**WORK REQUEST**
Keeping every word the same, return the listing from its first line until the line holding "from scipy import integrate, special" has been returned as well.

**DATA SECTION**
#!/usr/bin/python3
"""End-to-end check of `vibrogate uncertainty` against a brute-force reference.

Probability map: a hypothetical receptor (invented values) with gap and
reorganization as the map's axes and priors on the Huang-Rhys factor, the
coupling and the mode quantum; the conditions log10_ratio > 0.5 and
tau_total < 10 ns.  For a few cells the probability that both hold is
estimated again here by plain Monte Carlo with numpy's own random draws
(numpy.random.default_rng, another generator and seed than the program's)
and an independent implementation of the rates of docs/theory.md:

    k_n = (2 pi / hbar) V^2 W_n (4 pi lam kT)^-1/2 exp[-(eps - lam - n hw)^2 / (4 lam kT)]
    W_n = exp(-S coth(b/2)) exp(n b/2) I_|n|(S / sinh(b/2)),  b = hw / kT

(Marcus-Levich-Jortner; Jortner, J. Chem. Phys. 64, 4860, 1976), with
I_n(x) = ive(n, x) e^x from scipy.special.ive and the exact SI 2019
constants (h, e, k).  Truncated priors are sampled here by rejection, an
independent route to the same distribution.  Two independent binomial
estimates of one probability differ by less than 3 combined standard
errors sqrt(se1^2 + se2^2) except with probability 0.27 %.

Also checked: the CF-1.8 layout of probability.nc (dimensions named after
the axes in grid order, coordinate variables in meV, units "1"),
probability.csv against probability.nc to the last bit, the same numbers at
1 and 2 threads, no temporary file left, a prior on an axis refused with
exit status 3 and no output, a final name taken by a directory refused
with exit status 4 and the earlier files kept; and the Sobol indices of log10_k_total in a
case whose indices are known by quadrature (scipy.integrate.quad): at
gap 0 and huang_rhys 0 the total is the Marcus rate, additive in
log10 V and a function of T.

Prints one line `PASS: what` or `FAIL: what: why` per check.  Environment:
VG_BUILD (build directory, default "build").
"""
import json
import math
import os
import shutil
import struct
import subprocess
import sys
import tempfile

import numpy as np
import netCDF4
from scipy import integrate, special

sys.path.insert(0, os.path.join(os.path.dirname(os.path.dirname(os.path.abspath(__file__))), "lib"))
from vgcheck import build_path, report, failed  # noqa: E402

BINARY = build_path("vibrogate")

# Exact defining constants of the SI (2019).
SI_H, SI_E, SI_K = 6.62607015e-34, 1.602176634e-19, 1.380649e-23
HBAR_EVS = SI_H / (2 * math.pi * SI_E)
KB_MEV = SI_K / SI_E * 1000.0

MAP_CONFIG = """[scenario]
title = hypothetical receptor OR-7x, probability check
[parameters]
gap = 100 .. 400 meV, 7 points
reorganization = 10 .. 80 meV, 5 points
electronic_coupling = 1 meV
huang_rhys = 0.05
mode = 200 meV
temperature = 300 K
[uncertainty]
huang_rhys = loguniform 0.01 .. 0.2
electronic_coupling = lognormal 1 meV, 0.7
mode = normal 190 meV, 25 meV
samples = 3000
seed = 17
[feasibility]
require = log10_ratio > 0.5
require = tau_total < 10 ns
"""

SOBOL_CONFIG = """[parameters]
gap = 0 meV
reorganization = 600 meV
electronic_coupling = 1 meV
huang_rhys = 0
mode = 200 meV
temperature = 300 K
[uncertainty]
electronic_coupling = loguniform 0.7 .. 1.4 meV
temperature = uniform 250 .. 350 K
metric = log10_k_total
samples = 4096
"""



def run(config_text, out, *extra):
    cfg = os.path.join(out, "case.ini")
    with open(cfg, "w") as f:
        f.write(config_text)
    env = dict(os.environ, SOURCE_DATE_EPOCH="1700000000")
    return subprocess.run([BINARY, "uncertainty", cfg, "--out", os.path.join(out, "o"), "-q"]
                          + list(extra), capture_output=True, text=True, env=env, timeout=900)


# ------------------------------------------------------------ reference ---

def log10_rates(eps, lam, V, S, hw, T):
    """log10 k_total and log10(k_assisted / k_elastic), thermal mode, for
    arrays V, S, hw (meV) at one eps, lam (meV) and T (K)."""
    kT = KB_MEV * T
    b = hw / kT
    x = S / np.sinh(b / 2)
    n = np.arange(-40, 81)[None, :]
    with np.errstate(divide="ignore"):  # ive underflows to 0 far out: ln W = -inf
        lnW = (-S / np.tanh(b / 2))[:, None] + n * (b / 2)[:, None] \
            + np.log(special.ive(np.abs(n), x[:, None])) + x[:, None]
    # prefactor (2 pi / hbar) V^2 (4 pi lam kT)^-1/2 in s^-1, energies in eV
    lnpre = np.log(2 * math.pi / HBAR_EVS * (V * 1e-3) ** 2
                   / math.sqrt(4 * math.pi * lam * 1e-3 * kT * 1e-3))
    lnk = lnpre[:, None] + lnW - (eps - lam - n * hw[:, None]) ** 2 / (4 * lam * kT)
    if not np.all(lnk[:, [0, -1]] < lnk.max(axis=1)[:, None] - 60):
        raise RuntimeError("channel window too small")
    el = lnk[:, n[0] == 0][:, 0]
    others = np.delete(lnk, np.where(n[0] == 0)[0][0], axis=1)
    ln_as = special.logsumexp(others, axis=1)
    ln_tot = np.logaddexp(el, ln_as)
    return ln_tot / math.log(10), (ln_as - el) / math.log(10)


def truncated(sample, lo, hi, rng, m):
    """m draws of sample(rng, m) kept inside [lo, hi] by rejection."""
    out = np.empty(0)
    while out.size < m:
        x = sample(rng, 2 * m)
        out = np.concatenate([out, x[(x >= lo) & (x <= hi)]])
    return out[:m]


def reference_probability(eps, lam, m, rng):
    """P(log10_ratio > 0.5 and log10 k_total > 8), tau < 10 ns being
    k > 1e8 s^-1, over the priors of MAP_CONFIG, from m draws."""
    S = np.exp(rng.uniform(math.log(0.01), math.log(0.2), m))
    V = truncated(lambda r, k: np.exp(r.normal(0.0, 0.7, k)), 0.0, 1000.0, rng, m)
    hw = truncated(lambda r, k: r.normal(190.0, 25.0, k), 1.0, 1000.0, rng, m)
    ltot, lratio = log10_rates(eps, lam, V, S, hw, 300.0)
    hits = np.count_nonzero((lratio > 0.5) & (ltot > 8.0))
    p = hits / m
    return p, math.sqrt(p * (1 - p) / m)


# --------------------------------------------------------------- checks ---

def bits(a):
    return [struct.pack("<d", float(v)) for v in np.ravel(a)]


def check_layout(ds):
    report(ds.Conventions == "CF-1.8", "probability.nc declares CF-1.8", ds.Conventions)
    v = ds.variables["feasible_probability"]
    report(v.dimensions == ("reorganization", "gap"),
           "probability dimensions are the axes in grid order (reorganization, gap)",
           str(v.dimensions))
    report(ds["gap"].units == "meV" and ds["reorganization"].units == "meV"
           and np.allclose(ds["gap"][:], np.linspace(100, 400, 7), rtol=0, atol=1e-12),
           "coordinate variables gap and reorganization in meV", "")
    se = ds.variables["feasible_probability_standard_error"]
    report(v.units == "1" and se.units == "1" and v.long_name and se.long_name
           and v.ancillary_variables == se.name,
           "probability and standard error carry units '1', long_name, ancillary_variables", "")
    p = np.asarray(v[:])
    report(np.all(np.isfinite(p)) and np.all((p >= 0) & (p <= 1)),
           "every probability finite and in [0, 1]", "")


def check_csv(out, ds):
    with open(os.path.join(out, "o", "probability.csv")) as f:
        rows = [line.rstrip("\n").split(",") for line in f]
    head, body = rows[0], rows[1:]
    p = np.asarray(ds["feasible_probability"][:]).ravel()
    col = head.index("feasible_probability")
    ok = len(body) == p.size and bits([float(r[col]) for r in body]) == bits(p)
    report(ok, "probability.csv equals probability.nc to the last bit", "%d rows" % len(body))


def check_cells(ds):
    p = np.asarray(ds["feasible_probability"][:])
    se = np.asarray(ds["feasible_probability_standard_error"][:])
    gaps, lams = np.asarray(ds["gap"][:]), np.asarray(ds["reorganization"][:])
    cells = [(i, j) for i in range(p.shape[0]) for j in range(p.shape[1])
             if 0.1 < p[i, j] < 0.9]
    report(len(cells) >= 3, "at least 3 cells with a probability between 0.1 and 0.9",
           "%d" % len(cells))
    rng = np.random.default_rng(20261201)
    for i, j in cells[::max(1, len(cells) // 5)][:5]:
        ref, ref_se = reference_probability(gaps[j], lams[i], 20000, rng)
        tol = 3 * math.sqrt(se[i, j] ** 2 + ref_se ** 2)
        report(abs(p[i, j] - ref) <= tol,
               "cell gap %g meV, reorganization %g meV: %.4f vs brute force %.4f (3 combined "
               "standard errors %.4f)" % (gaps[j], lams[i], p[i, j], ref, tol), "outside")


def check_map(tmp):
    out = os.path.join(tmp, "map")
    os.makedirs(out)
    r = run(MAP_CONFIG, out, "--threads", "2")
    report(r.returncode == 0, "uncertainty map runs", r.stderr.strip())
    if r.returncode != 0:
        return
    names = sorted(os.listdir(os.path.join(out, "o")))
    report(names == ["probability.csv", "probability.nc"], "only the two outputs, no temporary",
           str(names))
    with netCDF4.Dataset(os.path.join(out, "o", "probability.nc")) as ds:
        check_layout(ds)
        check_csv(out, ds)
        check_cells(ds)
        p2 = np.asarray(ds["feasible_probability"][:])
    r = run(MAP_CONFIG, out, "--threads", "1")
    with netCDF4.Dataset(os.path.join(out, "o", "probability.nc")) as ds:
        p1 = np.asarray(ds["feasible_probability"][:])
    report(r.returncode == 0 and bits(p1) == bits(p2), "same probabilities at 1 and 2 threads")
    fig = os.path.join(tmp, "fig")
    os.makedirs(fig)
    r = run(MAP_CONFIG, fig, "--set", "output.figures=png,svg")
    names = sorted(os.listdir(os.path.join(fig, "o")))
    want = ["map-feasible_probability.png", "map-feasible_probability.svg", "probability.csv",
            "probability.nc"]
    ok = r.returncode == 0 and names == want
    if ok:  # a PNG (its signature, ISO/IEC 15948) and an SVG naming the mapped quantity
        with open(os.path.join(fig, "o", want[0]), "rb") as f:
            ok = f.read(8) == b"\x89PNG\r\n\x1a\n"
        with open(os.path.join(fig, "o", want[1])) as f:
            ok = ok and "<svg" in f.read(4096)
    report(ok, "with figures asked for, the map is drawn as PNG and SVG beside the data",
           "%s %s" % (names, r.stderr.strip()))


def check_prior_on_axis(tmp):
    out = os.path.join(tmp, "bad")
    os.makedirs(out)
    r = run(MAP_CONFIG.replace("mode = normal 190 meV, 25 meV", "gap = uniform 150 .. 250 meV"),
            out)
    ok = r.returncode == 3 and "'gap' has a prior and is also an axis" in r.stderr \
        and not os.path.exists(os.path.join(out, "o"))
    report(ok, "a prior on an axis: exit status 3, one message, no output",
           "%d %s" % (r.returncode, r.stderr.strip()))


def check_commit(tmp):
    """A directory at one final name: exit status 4 before any rename, the
    earlier probability.nc untouched, no temporary left."""
    out = os.path.join(tmp, "commit")
    os.makedirs(out)
    r = run(MAP_CONFIG, out)
    nc = os.path.join(out, "o", "probability.nc")
    with open(nc, "rb") as f:
        before = f.read()
    os.remove(os.path.join(out, "o", "probability.csv"))
    os.mkdir(os.path.join(out, "o", "probability.csv"))
    r = run(MAP_CONFIG.replace("seed = 17", "seed = 18"), out)
    with open(nc, "rb") as f:
        same = f.read() == before
    names = sorted(os.listdir(os.path.join(out, "o")))
    report(r.returncode == 4 and "probability.csv': is a directory" in r.stderr and same
           and names == ["probability.csv", "probability.nc"],
           "final name taken by a directory: exit status 4, earlier output kept, no temporary",
           "%d %s %s" % (r.returncode, r.stderr.strip(), names))


def marcus_t_term(T, lam=600.0):
    kT = KB_MEV * T
    return (-0.5 * math.log(T) - lam / (4 * kT)) / math.log(10)


def check_sobol(tmp):
    out = os.path.join(tmp, "sobol")
    os.makedirs(out)
    r = run(SOBOL_CONFIG, out, "--json", "--set", "output.figures=png,svg")
    report(r.returncode == 0, "uncertainty Sobol runs", r.stderr.strip())
    if r.returncode != 0:
        return
    names = sorted(os.listdir(os.path.join(out, "o")))
    report(names == ["sobol-log10_k_total.png", "sobol-log10_k_total.svg", "uncertainty.json",
                     "uncertainty.txt"], "Sobol outputs: table, JSON and the chart, nothing else",
           str(names))
    res = json.loads(r.stdout)
    with open(os.path.join(out, "o", "uncertainty.json")) as f:
        report(json.load(f) == res, "uncertainty.json holds what --json printed")
    # variance of 2 log10 V, V log-uniform on [0.7, 1.4]: log10 V uniform over log10 2
    vv = 4 * math.log10(2.0) ** 2 / 12
    m1 = integrate.quad(marcus_t_term, 250, 350)[0] / 100
    m2 = integrate.quad(lambda t: marcus_t_term(t) ** 2, 250, 350)[0] / 100
    vt = m2 - m1 * m1
    want = {"electronic_coupling": vv / (vv + vt), "temperature": vt / (vv + vt)}
    for p in res["parameters"]:
        w = want[p["name"]]
        report(abs(p["S1"] - w) <= 0.01 and abs(p["ST"] - w) <= 0.01,
               "Sobol indices of %s: S1 %.4f, ST %.4f vs %.4f by quadrature (within 0.01)"
               % (p["name"], p["S1"], p["ST"], w), "outside")


def main():
    if not os.path.exists(BINARY):
        report(False, "vibrogate binary", "missing: " + BINARY)
        return 1
    tmp = tempfile.mkdtemp(prefix="vg-prob-")
    try:
        check_map(tmp)
        check_prior_on_axis(tmp)
        check_commit(tmp)
        check_sobol(tmp)
    finally:
        shutil.rmtree(tmp)
    return 1 if failed() else 0


if __name__ == "__main__":
    sys.exit(main())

**SOLUTION TO THIS PROBLEM**
#!/usr/bin/python3
"""End-to-end check of `vibrogate uncertainty` against a brute-force reference.

Probability map: a hypothetical receptor (invented values) with gap and
reorganization as the map's axes and priors on the Huang-Rhys factor, the
coupling and the mode quantum; the conditions log10_ratio > 0.5 and
tau_total < 10 ns.  For a few cells the probability that both hold is
estimated again here by plain Monte Carlo with numpy's own random draws
(numpy.random.default_rng, another generator and seed than the program's)
and an independent implementation of the rates of docs/theory.md:

    k_n = (2 pi / hbar) V^2 W_n (4 pi lam kT)^-1/2 exp[-(eps - lam - n hw)^2 / (4 lam kT)]
    W_n = exp(-S coth(b/2)) exp(n b/2) I_|n|(S / sinh(b/2)),  b = hw / kT

(Marcus-Levich-Jortner; Jortner, J. Chem. Phys. 64, 4860, 1976), with
I_n(x) = ive(n, x) e^x from scipy.special.ive and the exact SI 2019
constants (h, e, k).  Truncated priors are sampled here by rejection, an
independent route to the same distribution.  Two independent binomial
estimates of one probability differ by less than 3 combined standard
errors sqrt(se1^2 + se2^2) except with probability 0.27 %.

Also checked: the CF-1.8 layout of probability.nc (dimensions named after
the axes in grid order, coordinate variables in meV, units "1"),
probability.csv against probability.nc to the last bit, the same numbers at
1 and 2 threads, no temporary file left, a prior on an axis refused with
exit status 3 and no output, a final name taken by a directory refused
with exit status 4 and the earlier files kept; and the Sobol indices of log10_k_total in a
case whose indices are known by quadrature (scipy.integrate.quad): at
gap 0 and huang_rhys 0 the total is the Marcus rate, additive in
log10 V and a function of T.

Prints one line `PASS: what` or `FAIL: what: why` per check.  Environment:
VG_BUILD (build directory, default "build").
"""
import json
import math
import os
import shutil
import struct
import subprocess
import sys
import tempfile

import numpy as np
import netCDF4
from scipy import integrate, special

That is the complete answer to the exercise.